After that, there is a main body with a lot of annotation tracks. Let's explore some. At the top, you seeyour position in the genome. Right after there are GENCODE-annotated transcripts of the TP53 gene with introns/exons depicted as lines with arrows and blue rectangles respectively. You can also depict some statistics on expression using RNA sequencing results in different tissues like here using bar plots. If you click on the track, you will see detailed information on expression values in tissues. Then you can depict transcription levels that support intron/exon structure, i.e. transcription levels are high in exons, but not in intron regions.
Also, epigenetics and genomics results can be used and plotted in the genome browser. For example, we can plot the H3K27Ac histone mark that can unveil some regulation relationships ("Layered H3K27Ac" track) and prediction of SNPs ("Common dbSNP (155)" track).

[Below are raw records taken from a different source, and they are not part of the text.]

class Workspace:
    """The layout being edited, with its undo and redo stacks and the file it belongs to.

    The file's text as it was opened (or last saved) is kept with the statements it parsed to:
    `save` edits that text only at the tokens that changed (`syntax/rewrite.py`), so comments,
    blank lines and alignment stay, and messages give the lines of that text.
    """

    def __init__(self, statements: Statements = (), path: Path | None = None,
                 base: Path | None = None, source: str = "",
                 source_statements: Statements | None = None,
                 keep_error: bool = False) -> None:
        """Start from statements (e.g. a loaded script).

        Args:
            statements: the layout statements to start from.
            path: the file `save` writes to.
            base: the folder `use "file"` is resolved against (default: the file's folder).
            source: the script text the statements were read from ("" for a new layout).
            source_statements: what `source` parses to, with positions (default: parsed here).
            keep_error: open statements that do not make a valid layout, with their error
                (so they can be fixed in the session) instead of raising it.

        Raises:
            LayoutError: the statements do not make a valid (possibly unfinished) layout
                (unless `keep_error`).
        """
        self.path = path
        self.base = base or (path.parent if path else None)
        self._set_source(source, source_statements)
        #: the file's text when it was opened or last saved: `save` refuses to overwrite a
        #: file that has changed on disk since (someone else's edit would be lost)
        self.disk_text: str | None = source if path and path.exists() else None
        #: what was said while opening (lines left out, the error the script has)
        self.notes: list[str] = []
        try:
            self.snapshot: Snapshot = self._evaluate(tuple(statements))
        except LayoutError as error:
            if not keep_error:
                raise
            self.snapshot = Snapshot(tuple(statements), error=str(error))
            self.notes.append(self.snapshot.why_not)
        self.undo_stack: list[Snapshot] = []
        self.redo_stack: list[Snapshot] = []
        self.saved: Statements = tuple(statements) if path and path.exists() else ()

    def _set_source(self, source: str, statements: Statements | None = None) -> None:
        self.source = source
        self.source_statements = statements if statements is not None else (
            parse(source, str(self.path or SESSION_FILE)).statements if source.strip() else ())

    @classmethod
    def open(cls, path: Path) -> Workspace:
        """The workspace of a script file (a file that does not exist yet starts empty).

        A script with a mistake still opens, so it can be fixed here: a line that does not
        parse is left out of the layout (its line stays blank, so the lines after it keep their
        numbers), and a layout that does not evaluate opens with its error shown.

        Raises:
            LayoutFileError: the file cannot be read.
        """
        if not path.exists():
            return cls((), path)
        from ..guard import read_script

        text = read_script(path)
        usable, notes = _parseable(text, str(path))
        script = parse(usable, str(path))
        workspace = cls(script.statements, path, source=usable,
                        source_statements=script.statements, keep_error=True)
        workspace.disk_text = text
        workspace.notes[:0] = notes
        return workspace

    # --- state ------------------------------------------------------------------------------
    @property
    def statements(self) -> Statements:
        return self.snapshot.statements

    @property
    def unsaved(self) -> bool:
        """Whether the layout differs from what was last loaded or saved."""
        return self.statements != self.saved

    def names(self) -> list[str]:
        return scope_names(self.statements)

    def media(self) -> list[str]:
        return medium_names(self.statements)

    # --- running input ----------------------------------------------------------------------
    def run(self, text: str) -> str:
        """Run one input (one or more statements) and return what to print.

        Errors are returned as text, never raised (except `LeaveRequested`); a failing
        statement leaves the layout as it was.
        """
        try:
            script = parse(text, "<input>")
        except LayoutError as error:
            return str(error)
        out = []
        for statement in script.statements:
            try:
                out.append(self.execute(statement, text))
            except LayoutError as error:
                out.append(str(error))
                break
            except LeaveRequested:
                raise
            except Exception as error:  # noqa: BLE001 - said in words; the layout is kept
                from ..guard import unexpected_error

                out.append(str(unexpected_error(error, command="repl")))
                break
        return "\n".join(part for part in out if part)

    def execute(self, statement: t.Statement, text: str = "") -> str:
        """Run one parsed statement; LayoutError leaves the state untouched."""
        name = type(statement).__name__
        if isinstance(statement, t.Undo):
            return self._step(self.undo_stack, self.redo_stack, "undone")
        if isinstance(statement, t.Redo):
            return self._step(self.redo_stack, self.undo_stack, "redone")
        if isinstance(statement, t.Show):
            return self.show(statement.what)
        if isinstance(statement, t.Save):
            return self.save(Path(statement.path) if statement.path else None)
        if isinstance(statement, t.Help):
            return HELP
        if isinstance(statement, t.Leave):
            raise LeaveRequested()
        if isinstance(statement, (t.Change, t.Insert, t.Remove, t.Rename)):
            statements, said = apply_edit(self.statements, statement, text)
            return self._commit(statements, said)
        if name in QUESTIONS:
            return self.answer(statement)
        return self._commit(self.statements + (statement,), "")

    def _script_of(self, statements: Statements) -> t.Script:
        """The file's own text changed only where the statements changed, parsed.

        Raises:
            RewriteError: the statements cannot be written into the text exactly.
        """
        file = str(self.path) if self.path else SESSION_FILE
        return rewrite_script(self.source, self.source_statements, statements, file)

    def text_of(self, statements: Statements) -> str:
        """The script text `save` writes for these statements (canonical spacing on the lines
        that changed, where that re-spaces no other line).

        Raises:
            RewriteError: the statements cannot be written into the text exactly.
        """
        file = str(self.path) if self.path else SESSION_FILE
        return tidy_touched(self.source, self._script_of(statements).text, file)

    def _evaluate(self, statements: Statements) -> Snapshot:
        """Evaluate as the saved file would read: its name and its line numbers (tidying on
        save moves columns, never lines)."""
        file = str(self.path) if self.path else SESSION_FILE
        try:
            script = self._script_of(statements)
        except RewriteError:
            script = None  # evaluated in canonical form; `save` says it cannot write this
        return evaluate(statements, self.base, file, script)

    def _commit(self, statements: Statements, said: str) -> str:
        try:
            after = self._evaluate(statements)  # raises: nothing below runs, nothing changes
        except LayoutError as error:
            if self.snapshot.error is None:
                raise
            # the layout had an error already (opened that way): keep the edit, so it can be
            # fixed in several steps, and say what is still wrong
            after = Snapshot(statements, error=str(error))
        before = self.snapshot
        self.undo_stack.append(before)
        self.redo_stack.clear()
        self.snapshot = after
        if after.error is not None:
            return "\n".join(([said] if said else []) + [after.why_not])
        if before.error is not None:
            return "\n".join(([said] if said else []) + ["the layout has no error now"] +
                             ([self.show("results")] if after.complete else []))
        return "\n".join(([said] if said else []) + describe_changes(before, after))

    def _step(self, source: list[Snapshot], target: list[Snapshot], word: str) -> str:
        if not source:
            return f"nothing to be {word}"
        before = self.snapshot
        target.append(before)
        self.snapshot = source.pop()
        return "\n".join([word] + describe_changes(before, self.snapshot))

    def answer(self, statement: t.Statement) -> str:
        """The output a question (e.g. `report focal length`) adds to the full report."""
        from ..reports.text import full_report

        if not self.snapshot.complete:
            raise LayoutValueError(self.snapshot.why_not)
        asked = self._evaluate(self.statements + (statement,))
        kind = _SYMBOLIC_REQUESTS.get(type(statement).__name__)
        if kind is not None and asked.program.symbolic is not None:
            return _symbolic_answer(asked.program, kind)
        old = self.text_report(self.snapshot).splitlines()
        new = full_report(asked.program, asked.results, list(asked.checked)).splitlines()
        added = []
        for op, _, _, j1, j2 in difflib.SequenceMatcher(None, old, new,
                                                         autojunk=False).get_opcodes():
            if op in ("insert", "replace"):
                added += new[j1:j2]
        return "\n".join(line for line in added if line.strip()) or "(nothing new to report)"

    # --- looking ----------------------------------------------------------------------------
    @staticmethod
    def text_report(snapshot: Snapshot) -> str:
        from ..reports.text import full_report

        return full_report(snapshot.program, snapshot.results, list(snapshot.checked))

    def show(self, what: str) -> str:
        """`show table | script | results | expectations`."""
        if what == "script":
            return unparse(self.statements).rstrip("\n") or "(no statements yet)"
        if not self.snapshot.complete:
            return self.snapshot.why_not
        from ..reports.text import expectation_lines, layout_table

        if what == "table":
            return "\n".join(layout_table(self.snapshot.program.system))
        if what == "expectations":
            return "\n".join(expectation_lines(list(self.snapshot.checked)))
        return self.text_report(self.snapshot).rstrip("\n")

    # --- keeping ----------------------------------------------------------------------------
    def save(self, path: Path | None = None) -> str:
        """Write the layout into its script, atomically (temp file, then rename).

        Only the statements that changed are edited in the file's text; every comment and
        blank line stays. A file changed on disk since it was opened is not overwritten.
        """
        path = path or self.path
        if path is None:
            raise LayoutValueError("no file to save to yet",
                                   expected='a file name: save "my_layout.lay"')
        if path == self.path and self.disk_text is not None:
            try:
                now = path.read_text(encoding="utf-8") if path.exists() else None
            except (OSError, UnicodeDecodeError):
                now = None
            if now != self.disk_text:
                raise LayoutFileError(
                    f"{path} has changed on disk since it was opened; not overwritten "
                    "(someone's edits would be lost)",
                    hint='save elsewhere with save "another_name.lay", then compare the two')
        try:
            text = self.text_of(self.statements)
        except RewriteError as error:
            raise LayoutValueError(str(error)) from None
        write_atomically(path, text)
        self.path, self.saved, self.disk_text = path, self.statements, text
        self._set_source(text)
        if self.base is None:
            self.base = path.parent
        return f"saved {len(self.statements)} statements to {path}"
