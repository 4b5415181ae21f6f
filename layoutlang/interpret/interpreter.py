"""Run a script's statements and build the `System`, its expectations and report requests.

One method per statement class (`statement_<class>`), dispatched through a table built once;
each says in its docstring the syntax it handles. All semantic checks live here and raise
errors that point at the offending words.
"""

from __future__ import annotations

import difflib
import math
from dataclasses import dataclass, field
from pathlib import Path
from typing import Any

from ..errors import LayoutFileError, LayoutNameError, LayoutUnitError
from ..errors import LayoutError, LayoutValueError, Span
from ..guard import MAX_SURFACES, as_arithmetic_error, guarded
from ..measure import LENGTH_UNITS, Measure
from ..quantities import LENGTH, NUMBER, POWER, lookup, suggestion
from ..syntax import tree as t
from ..syntax.parser import parse
from ..system import IDEAL, MIRROR, REFRACT, Boundary, ImageSpec, Medium, ObjectSpec
from ..system import StopSpec, System, Wavelength
from .expressions import ExpressionEvaluator, NumericBackend
from .beamstatements import BeamStatements
from .raystatements import RayStatements, is_ray_quantity
from .qualitystatements import QualityStatements
from .surfaceoptions import SurfaceOptions
from .materialstatements import MaterialStatements
from .placestatements import PlaceStatements
from .symbolstatements import SymbolicStatements
from .tolerancestatements import ToleranceStatements
from .buildstatements import SURFACE_QUANTITIES, BuildStatements
from ..engines.raysettings import RaySettings

__all__ = ["Expectation", "Program", "interpret", "check_statements", "load_file",
           "PREDEFINED_MEDIA"]

#: Media every script knows without defining them.
PREDEFINED_MEDIA = {"air": 1.0, "vacuum": 1.0}

#: What interpreting a layout with no boundary at all says (the session calls it unfinished).
NO_SURFACES = "the layout has no surfaces"


@dataclass(frozen=True)
class Expectation:
    """One `expect` statement, with its values already in the layout's units."""

    quantity: str
    kind: str
    op: str
    expected: float
    tolerance: float | None
    relative: bool
    span: Span
    text: str  # the statement as written, for reports
    field: float | None = None  # ray quantities: the field fraction it is taken at
    request: Any = None  # colour quantities and `at wavelength`: engines.chromatic.Request
    scale: str = ""  # 'depth of focus' when the value is in depths of focus
    wavelength: float | None = None  # ray quantities: the wavelength (layout units), else primary
    label: str = ""  # ray quantities: the quantity with its field and wavelength as written


@dataclass(frozen=True)
class Program:
    """A script after interpretation: the layout plus what the script asks of it."""

    file: str
    system: System
    expectations: tuple[Expectation, ...] = ()
    reports: tuple[tuple[str, ...], ...] = ()  # each `report`: quantity names (empty: all)
    hazards: tuple[str, ...] = ()  # declared with `hazard`, in script order
    names: dict[str, Measure] = field(default_factory=dict, compare=False)
    rays: RaySettings = RaySettings()  # what `report exact rays` samples (raystatements.py)
    ray_reports: tuple[str, ...] = ()  # 'exact rays', 'seidel sums', in script order
    ray_requests: tuple = ()  # raysettings.RayRequest: `report Q at field F [at wavelength W]`
    surface_requests: tuple = ()  # buildable.SurfaceRequest: `report edge thickness of NAME`
    warnings: tuple[str, ...] = ()  # e.g. a wavelength outside a material's valid range
    colour: Any = None  # materialstatements.ColourRequests: colour reports and achromats
    symbolic: Any = None  # a symbolic script's SymbolicPart (symbolic/program.py), else None
    tolerances: Any = None  # tolerance.model.ToleranceSetup, or None without tolerances
    quality: Any = None  # qualitystatements.QualityPlan: image-quality sampling and reports
    beams: Any = None  # a beam script's BeamSettings (interpret/beamstatements.py), else None
    # no display methods here: the notebook front end registers how a Program shows
    # (layoutlang.notebook.register), so interpreting never pulls in a renderer


def load_file(path: str | Path) -> Program:
    """Read, parse and interpret a script file."""
    from ..guard import read_script

    path = Path(path)
    text = read_script(path)
    return interpret(parse(text, str(path)), base=path.parent)


@guarded
def interpret(script: t.Script, base: Path | None = None) -> Program:
    """Build the Program of a parsed script (`base` resolves `use "file"`)."""
    return _Interpreter(script, base or Path.cwd()).run()


def check_statements(script: t.Script, base: Path | None = None) -> None:
    """Run a script's statements for their errors only, as for a layout still being built
    (no surface yet, a gap waiting for its surface): the whole-layout checks are skipped."""
    _Interpreter(script, base or Path.cwd()).run_statements()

Right after that module, there is a block of tracks menu, where you can select tracks that you want to show/hide. The part of this module is depicted below.
Ensembl genome browser
Next, we will review the Ensembl genome browser. The functionality of the Ensembl browser is comparable to UCSC as for Ensembl 108 release. For example, you can load tracks for gene expressions, SNPs, and gene regulation. On the genome browser page there is a text description of a loaded region containing the gene name if any exists, genome location, number of transcripts, and Ensembl IDs.
Let's look how the TP53 gene in the Ensembl browser looks like. In the following figure, you can see how common are pathogenic frameshift variants in the TP53 gene ("ClinVar" track). You can also see that somewhere in the middle of the gene body there is a transcription factor binding site ("Regulatory Build" track). Other tracks based on genomics, transcriptomic, and epigenomics results can be loaded.
Genome data viewer
Another useful genome browser comes from NCBI, it's called Genome Data Viewer (current website). The core functionality of this browser is quite the same as in the two previous ones. You can view the results of gene annotation, prediction of SNPs, RNA sequencing exon coverage, and epigenetics marks in different tissues. The nice feature of NCBI's tool is built-in compatibility with other NCBI tools like BLAST.
IGV
IGV (Interactive Genomics Viewer; current website) is probably the most minimalistic genome browser from the above listed. It has such features as adding prediction of SNPs, GENCODE/Ensembl gene annotation, and CpG islands (not depicted below). Because it lacks a lot of extra features like NCBI's tools compatibility or many UCSC built-in tracks, IGV is lightweight and can be used not only online as a web tool but as a stand-alone offline program in a computer.
How to choose a genome browser?
Choosing of genome browser heavily depends on your needs. If you want to comprehensively analyze some gene or set of genes you should pick UCSC, Ensembl, or Genome Data Viewer browser, because they have the biggest variation of tracks. The final choice should be done based on a specific set of tracks that you need. For example, if you want to visualize the single-cell expression of a certain gene across different human tissues, then you should choose UCSC. If you don't need extra features and just want to visualize gene prediction and some SNPs, then IGV is the most suitable tool.
Conclusion
A genome browser is a useful tool to quickly analyze and visualize gene annotation, gene expression, SNPs, and epigenetics marks. There are a few widely used tools that have different levels of complexity. UCSC Genome Browser, Ensembl browser, and Genomic Data Viewer offer the possibility of selection from a broad range of tracks, so they are frequently used in comprehensive analysis. Contrary, IGV is used when you want to visualize gene and SNPs prediction, and load custom tracks.